The Court ORDERS any party seeking to object to this Report and Recommendation to file specific written objections within 14 days of the date on which this Report and Recommendation is entered. Any objections asserting that the Magistrate Judge failed to address any contention raised in the pleading must also be included. Failure to do so will bar any later challenge or review of the factual findings or legal conclusions of the Magistrate Judge. See 28 U.S.C. § 636(b)(1)(C); Thomas v. Arn, 474 U.S. 140 (1985). A copy of the objections must be served upon all other parties to the action.
Upon receipt of objections meeting the specificity requirement set out above, a United States District Judge will make a de novo determination of those portions of the report, proposed findings, or recommendation to which objection is made and may accept, reject, or modify in whole or in part, the findings or recommendations made by the Magistrate Judge. Objections not meeting the specificity requirement set out above will not be considered by a District Judge. A party may not appeal a Magistrate Judge's report and recommendation directly to the United States Court of Appeals for the Eleventh Circuit. Appeals may be made only from a final judgment entered by or at the direction of a District Judge. The Court DIRECTS the Clerk of Court to serve a copy of this Report and Recommendation upon the parties.

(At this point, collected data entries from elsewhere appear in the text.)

// SPDX-License-Identifier: MIT
#include "format.hpp"

#include "format_builders.hpp"
#include "format_member.hpp"

#include <bismar/catalogue/property.hpp>
#include <bismar/job/job.hpp>
#include <bismar/mechanics/limit_state.hpp>

#include <utility>

namespace bismar::detail {

namespace {

using namespace build;

std::vector<std::string> property_names() {
  std::vector<std::string> all;
  for (const PropertyInfo& property : properties()) {
    all.emplace_back(property.name);
  }
  return all;
}

// --- catalogue
// -------------------------------------------------------------------------------------

Format tables(const std::string& what) {
  Format file = object(
      {required("file", text("Path of a CSV file, relative to the job file.")),
       key("delimiter", word({",", ";", "|", "tab"}, "What separates the cells; default \",\".")),
       key("decimal", word({".", ","}, "The decimal mark; default \".\".")),
       key("currency", text("Currency of price columns that name none; default the job's.")),
       key("replaces",
           yes_or_no("Whether an entry of this file takes the place of an earlier one "
                     "with the same id; default false, then that is a fault."))},
      "A CSV file with its format.");
  return list_of(
      any_of({text("\"starter\" or the path of a CSV file."), std::move(file)}, "One table."),
      "Tables of " + what + ", read one after the other; default [\"starter\"].");
}

Format catalogue() {
  return any_of({word({"starter"}, "The tables that come with the program."),
                 object({key("materials", tables("materials")),
                         key("stock", tables("stock sizes")),
                         key("routes", tables("routes and treatments")),
                         key("finishes", tables("finishes")),
                         key("operations", tables("operations")),
                         key("weld_zones", tables("weld zones of aluminium"))},
                        "Tables by kind; a kind that is left out is the starter's.")},
                "What parts can be made of and by; default \"starter\".");
}

// --- part
// ------------------------------------------------------------------------------------------

Format property_limits() {
  const Format bound =
      any_of({quantity(QuantityKind::ratio, Sign::any, "For a property without a unit."),
              text("A value with the property's unit, such as \"350 MPa\".")},
             "A value of the property.");
  return list_of(object({required("property",
                                  text("Name of a property or of a column of your own "
                                       "table.")),
                         key("at_least", bound),
                         key("at_most", bound)},
                        "Bounds on one property of the material."),
                 "Bounds on properties of the material.");
}

Format limits() {
  const auto length = [](const std::string& about) {
    return quantity(QuantityKind::length, Sign::positive, about);
  };
  return object(
      {key("deflection", length("Largest deflection.")),
       key("shear_deflection",
           yes_or_no("Shear counts in the deflection and the frequency; default false.")),
       key("rotation", quantity(QuantityKind::angle, Sign::positive, "Largest slope of the axis.")),
       key("frequency",
           quantity(QuantityKind::frequency, Sign::positive, "Least first natural frequency.")),
       key("elongation", length("Largest change of length by heat and axial force.")),
       key("twist",
           quantity(QuantityKind::angle, Sign::positive, "Largest twist over the length.")),
       key("height", length("Envelope along z.")),
       key("width", length("Envelope along y.")),
       key("wall", length("Least wall thickness.")),
       key("slenderness",
           quantity(QuantityKind::ratio,
                    Sign::positive,
                    "Cap on effective length over radius of gyration of a member in compression; "
                    "default 200.")),
       key("column_method",
           word({"curves", "euler", "johnson"},
                "Column curves (default); Euler's load alone, which is no check by itself; "
                "Johnson's parabola with Euler's curve beyond it.")),
       key("lateral_restraint",
           yes_or_no("The compressed side is held across: no lateral-torsional buckling.")),
       key("mass", quantity(QuantityKind::mass, Sign::positive, "Cap on the mass of a part.")),
       key("cost", quantity(QuantityKind::money, Sign::positive, "Cap on the cost of a part.")),
       key("routes", names("Only these primary routes.")),
       key("forbidden_routes", names("None of these routes.")),
       key("processes", names("Processes that the material must allow, all of them.")),
       key("forms", names("The material must be sold in one of these forms.")),
       key("classes", names("Only these material classes.")),
       key("materials", names("Only these materials, by id.")),
       key("forbidden_materials", names("None of these materials or classes.")),
       key("properties", property_limits()),
       key("medium", text("What the part stands in, such as \"fresh water\".")),
       key("corrosion_at_least",
           word({"poor", "fair", "good"}, "Least rating in the medium; default good.")),
       key("temperature", quantity(QuantityKind::temperature, Sign::any, "Service temperature.")),
       key("allow_brittle", yes_or_no("Admits brittle materials that are sold on request.")),
       key("allow_hard", yes_or_no("Admits very hard materials that are sold on request."))},
      "What every design must stay within.");
}

Format part() {
  return object({required("name", text("A name that no other part of the job has.")),
                 key("quantity",
                     quantity(QuantityKind::count,
                              Sign::positive,
                              "Parts made over the life of the tooling; default 1.")),
                 key("batch",
                     quantity(QuantityKind::count,
                              Sign::positive,
                              "Parts made at a time; default the whole quantity.")),
                 required("member", member_format()),
                 key("limits", limits()),
                 key("finishes",
                     names("Finishes to try, by id, \"none\" for a bare part; default "
                           "[\"none\"].")),
                 key("operations",
                     list_of(object({required("operation", text("Id of the operation.")),
                                     key("units",
                                         quantity(QuantityKind::ratio,
                                                  Sign::positive,
                                                  "Cuts, holes, metres ... a part; default 1."))},
                                    "A step that every design gets."),
                             "Steps that every design gets.")),
                 key("service_class",
                     whole({1, 2},
                           "Climate of timber (EN 1995-1-1, 2.3.1.3): 1 indoors (default), 2 under "
                           "a roof."))},
                "A part to be sized.");
}

Format settings() {
  const std::vector<std::string> ends = {"low", "mid", "geometric mid", "high"};
  const auto ratio = [](const std::string& about) {
    return quantity(QuantityKind::ratio, Sign::not_negative, about);
  };
  return object(
      {key("missing",
           word({"undecided", "exclude", "class median"},
                "What to do with a candidate whose material lacks a value that is needed; default "
                "undecided.")),
       key("range_ends",
           map_of(property_names(),
                  word(ends, "Which value of a range is used."),
                  "By property; the others keep their defaults (strength and modulus low, density "
                  "and price mid).")),
       key("route_end",
           word(ends,
                "Which value of a range of routes, finishes and operations is used; default "
                "geometric mid.")),
       key("explain",
           word({"front", "full"},
                "front (default): what cannot come near the front is not examined further; full: "
                "every candidate is, so that each exclusion has its reason.")),
       key("epsilon",
           quantity(QuantityKind::ratio,
                    Sign::positive,
                    "How far, in mass and in cost, a design of shapes with several free sizes may "
                    "lie before the front; up to 0.1, default 0.001.")),
       key("delta",
           quantity(QuantityKind::ratio,
                    Sign::positive,
                    "The margin to every limit of the designs that this holds for; up to 0.01, "
                    "default 1e-6.")),
       key("near", ratio("Designs within this of the front are kept; default 5 %.")),
       key("fold", ratio("Designs within this are shown as one; default 2 %.")),
       key("doubtful_sizes", yes_or_no("Offers stock sizes that are marked doubtful.")),
       key("kerf", quantity(QuantityKind::length, Sign::not_negative, "Saw cut; default 3 mm.")),
       key("machining_allowance",
           quantity(QuantityKind::length,
                    Sign::not_negative,
                    "Added to each outside dimension of a machined part; default 2 mm.")),
       key("scrap_credit",
           ratio("Fraction of its price at which scrap metal is sold back; default 0."))},
      "How the tables are read and what is kept.");
}

Format job() {
  Format rates = map_of({},
                        quantity(QuantityKind::money,
                                 Sign::positive,
                                 "What one unit of it is worth "
                                 "in the job's currency."),
                        "Other currencies that occur, such as \"USD\": \"0.92 EUR\".");
  rates.key_pattern = "^[A-Z]{3}$";
  return object(
      {required("bismar", whole({job_format_version}, "Version of the job format.")),
       key("title", text("One line for reports.")),
       key("currency", text("ISO 4217 code of the job's currency; default EUR.")),
       key("rates", std::move(rates)),
       key("catalogue", catalogue()),
       key("settings", settings()),
       required("parts", list_of(part(), "Parts, each sized for itself.")),
       key("exchange",
           object({key("mass",
                       range(QuantityKind::price_per_mass,
                             "Worth of a kilogram that is of interest: \"low..high\"."))},
                  "Exchange constants."))},
      "A job: parts to be sized, and with what. Values are SI inside; in this file every value "
      "with "
      "a dimension is a text with its unit. The loader checks more than a schema can say: units, "
      "names, bounds that contradict each other.");
}

}  // namespace

const Format& job_format() {
  static const Format format = job();
  return format;
}

bool takes_plain_number(QuantityKind kind) {
  return kind == QuantityKind::ratio || kind == QuantityKind::count;
}

}  // namespace bismar::detail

SO ORDERED and REPORTED and RECOMMENDED, this 21st day of January, 2020.
/s/_________
BENJAMIN W. CHEESBRO
UNITED STATES MAGISTRATE JUDGE
SOUTHERN DISTRICT OF GEORGIA
Paez II, 2020 WL 63291, at *4. The court reiterated Rule 4's requirement for dismissal and noted this requirement encompasses both "a procedural bar and a merits-based deficiency" as grounds for sua sponte dismissal. Id. Thus, the Court can sua sponte dismiss Hill's Petition under Rule 4.